# Open mapping theorem

Today we’ll prove the open mapping theorem:

Theorem 1 (Open mapping Theorem) Let ${f\in{\mathcal H}(U)}$, for some open set ${U}$ in ${{\mathbb C}}$. Then ${f(U)}$, the set of all possible images of ${f}$ is either constant, or is open in ${{\mathbb C}}$.

Let ${z_0\in f(U)}$, and let ${w_0}$ be a preimage. That is, ${f(w_0)=z_0}$. Since ${U}$ is open, there must be a small closed ball around ${w_0}$ completely contained in ${U}$. Let ${r}$ be it’s radius. Then ${\overline{B_r(w_0)}\subseteq U}$. Let ${g(z)=f(z)-z_0}$. What do we know about ${g}$?

We know that the roots of ${g}$ are isolated points. After all, if not, we would have a convergent sequence of roots, contradiction one of the theorems we proved here. So we can choose ${r}$ to be even smaller so that the only root of ${g}$ in ${\overline{B_r(w_0)}}$ is ${w_0}$. Since the boundary of ${\overline{B_r(w_0)}}$ is a circle, and hence compact, and ${|g(z)|}$ is continuous it attains its minimum when restricted to the boundary.
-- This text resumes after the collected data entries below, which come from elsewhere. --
def _choose(method, fits):
    if method != "auto":
        if method not in fits:
            raise CycjInputError(
                f"the {method} fit could not be made from these logs",
                key="--method",
                expected=", ".join(fits) or "more data",
            )
        return method, f"requested with --method {method}"
    if "polynomial" in fits and fits["polynomial"]["n"] >= 10:
        return "polynomial", (
            "log–log regression on seven-point incremental polynomial rates (ASTM E647 X1): "
            "the standard's reduction, it gives the scatter of da/dN about the line directly "
            "(sigma_ln) for probabilistic planning; the direct a(N) fit is a cross-check"
        )
    if "direct" in fits and fits["direct"]["success"]:
        return "direct", (
            "fewer than ten incremental-polynomial rates: the direct fit on "
            "a(N) uses every reading without differentiating noisy data"
        )
    if "secant" in fits:
        return "secant", "only the secant rates could be fitted"
    raise CycjInputError("no fit could be made from these logs")


def _summary(
    best,
    chosen,
    reason,
    fits,
    basis,
    reduced,
    rates_df,
    threshold,
    notes,
    spacing_info,
    gradients,
    skipped,
    warnings,
    confidence,
    log_paths,
    specs,
):
    from cycj.calibrate.fits import r_ratio_collapse

    reg = fits.get(chosen) if chosen != "direct" else fits.get("polynomial", fits.get("secant"))
    sigma_ln = reg["sigma_ln"] if reg else None
    lnc, m = best["lnC"], best["m"]
    dj = reduced["dJ_eff_kJm2"].to_numpy(float)
    pivot = reg["pivot_dJ_kJm2"] if reg else float(np.exp(np.mean(np.log(dj[dj > 0]))))
    r = reduced["R"].to_numpy(float)
    collapse = (
        r_ratio_collapse(reg["residuals"], reg["R_of_points"])
        if reg
        else {"collapses": None, "note": "no regression"}
    )
    plain = {
        k: {
            kk: vv
            for kk, vv in v.items()
            if kk not in ("residuals", "R_of_points", "x_mean", "sxx", "t")
        }
        for k, v in fits.items()
    }
    closure = (
        "opening load measured by compliance offset; ΔJ_eff above it"
        if basis == "effective"
        else "none: applied range, P_min < 0 counted as 0"
    )
    return {
        "C": best["C"],
        "m": m,
        "C_interval": best["C_interval"],
        "m_interval": best["m_interval"],
        "confidence": confidence,
        "units": {"C": "mm/cycle per (kJ/m^2)^m", "dJ": "kJ/m^2", "dadN": "mm/cycle"},
        "recommended_fit": chosen,
        "recommended_reason": reason,
        "pivot_dJ_kJm2": pivot,
        "rate_at_pivot_mm_per_cycle": math.exp(lnc + m * math.log(pivot)),
        "rate_at_pivot_interval": reg["rate_at_pivot_interval"] if reg else None,
        "cov_lnC_m": best["cov_lnC_m"],
        "sigma_ln": sigma_ln,
        "sigma_ln_note": "residual standard deviation of ln(da/dN) about the regression line",
        "dJ_range_kJm2": [float(np.nanmin(dj)), float(np.nanmax(dj))],
        "R_range": [float(np.nanmin(r)), float(np.nanmax(r))],
        "basis": basis,
        "closure": closure,
        "threshold_kJm2": threshold["threshold_kJm2"] if threshold else None,
        "threshold": threshold
        or {
            "note": "no load-shedding data between 1e-7 and 1e-6 "
            "mm/cycle (ASTM E647 needs ≥ 5 points)"
        },
        "k_gradient_per_mm": gradients,
        "spacing": spacing_info,
        "r_ratio_collapse": collapse,
        "fits": plain,
        "methods_used": notes,
        "n_readings": int(len(reduced)),
        "n_rates": int(len(rates_df)),
        "skipped": skipped,
        "logs": [str(p) for p in log_paths],
        "specimens": sorted({s.source for s in specs}),
        "caution": CAUTION,
        "references": _fit_references(basis, specs),
    }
Let ${m}$ be the minimum value of ${|g(z)|}$ for ${z}$ on the boundary of ${\overline{B_r(w_0)}}$.

Now, by Rouché’s theorem, ${g}$ will have the same number of roots in in ${B_r(w_0)}$ as ${f(z)-z_1}$ for any ${z_1}$ in ${B_m(z_0)}$. (Application of Rouché’s theorem is left as an exercise.)
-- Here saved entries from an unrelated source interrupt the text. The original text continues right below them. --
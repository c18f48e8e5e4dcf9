"""Scatter between specimens: per-specimen fits with m fixed, the scatter of ln C between
specimens, and each specimen's life predicted from its own fit.

The scatter that matters for planning is that of whole specimens (their lives), not that of
single rates about the line: rate scatter within a test is mostly measurement noise, which
averages out over a life.  With m fixed at the pooled (within-specimen) value, each specimen's
ln C_i = mean(ln da/dN − m·ln ΔJ) over its rates, and σ_ln C is their sample standard
deviation, with a χ² interval (normal ln C_i).

References
----------
.. [1] Laird, N. M., Ware, J. H., Biometrics 38 (1982) 963–974: random-effects model, one
   random intercept per unit (here per specimen), from memory.
.. [2] Dowling & Begley, ASTM STP 590 (1976): da/dN = C·ΔJ^m; life N = ∫ da/(C·ΔJ^m).
"""

from __future__ import annotations

import math

import numpy as np

__all__ = [
    "between_specimen",
    "specimen_life",
    "scatter_of_lnc",
    "direct_rows",
    "random_intercept",
]


def specimen_life(a_hat, dj, lnc, m):
    """Cycles to grow from the first to the last rate point of a test: the trapezoidal
    integral of da/(C·ΔJ^m) over the fitted crack lengths ``a_hat`` [mm] (in cycle order,
    with ΔJ [kJ/m²] at each) for ln C ``lnc`` and exponent ``m``."""
    a = np.maximum.accumulate(np.asarray(a_hat, float))
    inv = np.exp(-lnc - m * np.log(np.asarray(dj, float)))
    return float(np.sum(0.5 * (inv[1:] + inv[:-1]) * np.diff(a)))


def between_specimen(tests, m, confidence=0.95):
    """Per-specimen constants with m fixed and the between-specimen scatter of ln C.

    Parameters
    ----------
    tests : list of dicts (one per test) with ``test``, ``specimen``, ``dJ`` [kJ/m²],
        ``dadN`` [mm/cycle], ``a_mm`` (fitted crack length at each rate) and ``cycle``, in
        cycle order
    m : the pooled exponent
    confidence : level of the interval of σ_ln C

    Returns
    -------
    (rows, summary): ``rows`` one dict per test (``C`` with m fixed, ``m_fixed``, ``C_free``
    and ``m_free`` of its own two-parameter fit, ``life_predicted``, ``life_observed`` over
    its own crack range and cycles, ``life_ratio``); ``summary`` the ``between_specimen``
    block of fit.json (``sigma_ln_C``, its interval, ``n_specimens``, ``m_fixed``, ``note``).
    """
    rows, lnc = [], []
    for t in tests:
        x, y = np.log(t["dJ"]), np.log(t["dadN"])
        li = float(np.mean(y - m * x))
        lnc.append(li)
        free = np.polyfit(x, y, 1) if np.ptp(x) > 0 and x.size >= 3 else [np.nan, np.nan]
        pred = specimen_life(t["a_mm"], t["dJ"], li, m)
        obs = float(t["cycle"][-1] - t["cycle"][0])
        rows.append(
            {
                "test": t["test"],
                "specimen": t["specimen"],
                "C": math.exp(li),
                "m": m,
                "m_fixed": True,
                "C_free": float(math.exp(free[1])),
                "m_free": float(free[0]),
                "n_rates": int(x.size),
                "a_range_mm": [float(t["a_mm"][0]), float(t["a_mm"][-1])],
                "dJ_range_kJm2": [float(np.min(t["dJ"])), float(np.max(t["dJ"]))],
                "life_predicted": pred,
                "life_observed": obs,
                "life_ratio": pred / obs if obs > 0 else None,
            }
        )
    return rows, scatter_of_lnc(lnc, m, confidence)


def scatter_of_lnc(lnc, m, confidence=0.95):
    """The ``between_specimen`` block: σ_ln C, the sample standard deviation of the tests'
    ln C_i (m fixed at ``m``), with its χ² interval (normal ln C_i); unknown for one test."""
    from scipy import stats

    g = len(lnc)
    out = {"n_specimens": g, "m_fixed": m, "confidence": confidence}
    if g < 2:
        out.update(
            sigma_ln_C=None,
            sigma_ln_C_interval=None,
            note="one specimen: the between-specimen scatter is unknown; test more "
            "specimens before planning with scatter in C",
        )
        return out
    s = float(np.std(lnc, ddof=1))
    lo_q, hi_q = stats.chi2.ppf([0.5 + confidence / 2, 0.5 - confidence / 2], g - 1)
    out.update(
        sigma_ln_C=s,
        sigma_ln_C_interval=[s * math.sqrt((g - 1) / lo_q), s * math.sqrt((g - 1) / hi_q)],
        note=f"standard deviation of ln C between {g} specimens, each fitted with m fixed at "
        f"{m:.4g}; interval from the χ² distribution of the sample variance (normal ln C); "
        "use it for probabilistic planning ([inspection.scatter] growth_C)",
    )
    if g < 5:
        out["note"] += f"; from {g} specimens only: a rough figure"
    return out


def direct_rows(fit, iv, series, labels):
    """Per-specimen rows of a direct a(N) fit (its own ln C_i with the common m; its one-step
    own exponent ``m_free`` from ``iv``; the cycles its own law takes over its first to last
    reading against those observed)."""
    rows = []
    for s, lnc, m_own, lnc_own, (pred, obs) in zip(
        series, fit["lnC_per_test"], iv["m_i"], iv["lnC_own"], fit["life_per_test"], strict=True
    ):
        rows.append(
            {
                "test": s["log"],
                "specimen": labels.get(s["log"], s["log"]),
                "C": math.exp(lnc),
                "m": fit["m"],
                "m_fixed": True,
                "C_free": math.exp(lnc_own),
                "m_free": m_own,
                "n_readings": int(s["cycle"].size),
                "a_range_mm": [float(s["a_mm"][0]), float(s["a_mm"][-1])],
                "dJ_range_kJm2": [float(np.min(s["dj_tab"])), float(np.max(s["dj_tab"]))],
                "life_predicted": pred,
                "life_observed": obs,
                "life_ratio": pred / obs if obs > 0 else None,
            }
        )
    return rows


def random_intercept(y, se, *, confidence=0.95):
    """Mixed-effects estimate of a mean across tests: y_i = μ + b_i + e_i with a random
    intercept b_i ~ N(0, τ²) between tests and a known within-test error e_i ~ N(0, se_i²).

    τ² by restricted maximum likelihood (REML, a bounded one-dimensional search), μ the
    weighted mean with weights 1/(τ² + se_i²), its interval μ ± t(G−1)·√(1/Σw).

    Parameters
    ----------
    y : per-test values (e.g. ln C_i with m fixed, or each test's ln da/dN at one ΔJ)
    se : their within-test standard errors (e.g. from resampling each test's residuals)
    confidence : two-sided level

    Returns
    -------
    dict: ``mean``, ``se``, ``interval``, ``tau`` (between-test standard deviation),
    ``n_tests``; None for fewer than two tests.

    References
    ----------
    .. [1] Laird & Ware (1982); Harville, D. A., J. Amer. Statist. Assoc. 72 (1977) 320–340
       (REML); from memory.
    """
    from scipy import optimize, stats

    y, v = np.asarray(y, float), np.asarray(se, float) ** 2
    g = y.size
    if g < 2:
        return None

    def nll(log_tau2):
        w = 1.0 / (math.exp(log_tau2) + v)
        mu = np.sum(w * y) / np.sum(w)
        return 0.5 * (np.sum(np.log(1 / w)) + math.log(np.sum(w)) + np.sum(w * (y - mu) ** 2))

    scale = max(float(np.var(y, ddof=1)), float(np.mean(v)), 1e-12)
    res = optimize.minimize_scalar(
        nll, bounds=(math.log(scale) - 30, math.log(scale) + 5), method="bounded"
    )
    tau2 = math.exp(res.x)
    if nll(math.log(scale) - 30) <= res.fun:  # the likelihood is flat at τ = 0
        tau2 = 0.0
    w = 1.0 / (tau2 + v)
    mu = float(np.sum(w * y) / np.sum(w))
    se_mu = math.sqrt(1.0 / float(np.sum(w)))
    t = float(stats.t.ppf(0.5 + confidence / 2, g - 1))
    return {
        "mean": mu,
        "se": se_mu,
        "interval": [mu - t * se_mu, mu + t * se_mu],
        "tau": math.sqrt(tau2),
        "n_tests": g,
    }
In particular, this means that for every complex number in ${z_1\in B_m(z_0)}$, the function ${f(z)-z_1}$ has at least one root in ${B_r(w_0)}$, and so ${B_m(z_0)}$ is contained in ${f(U)}$, meaning our arbitrarily chosen point ${z_0}$ is in the interior of ${f(U)}$. Thus ${f(U)}$ is open.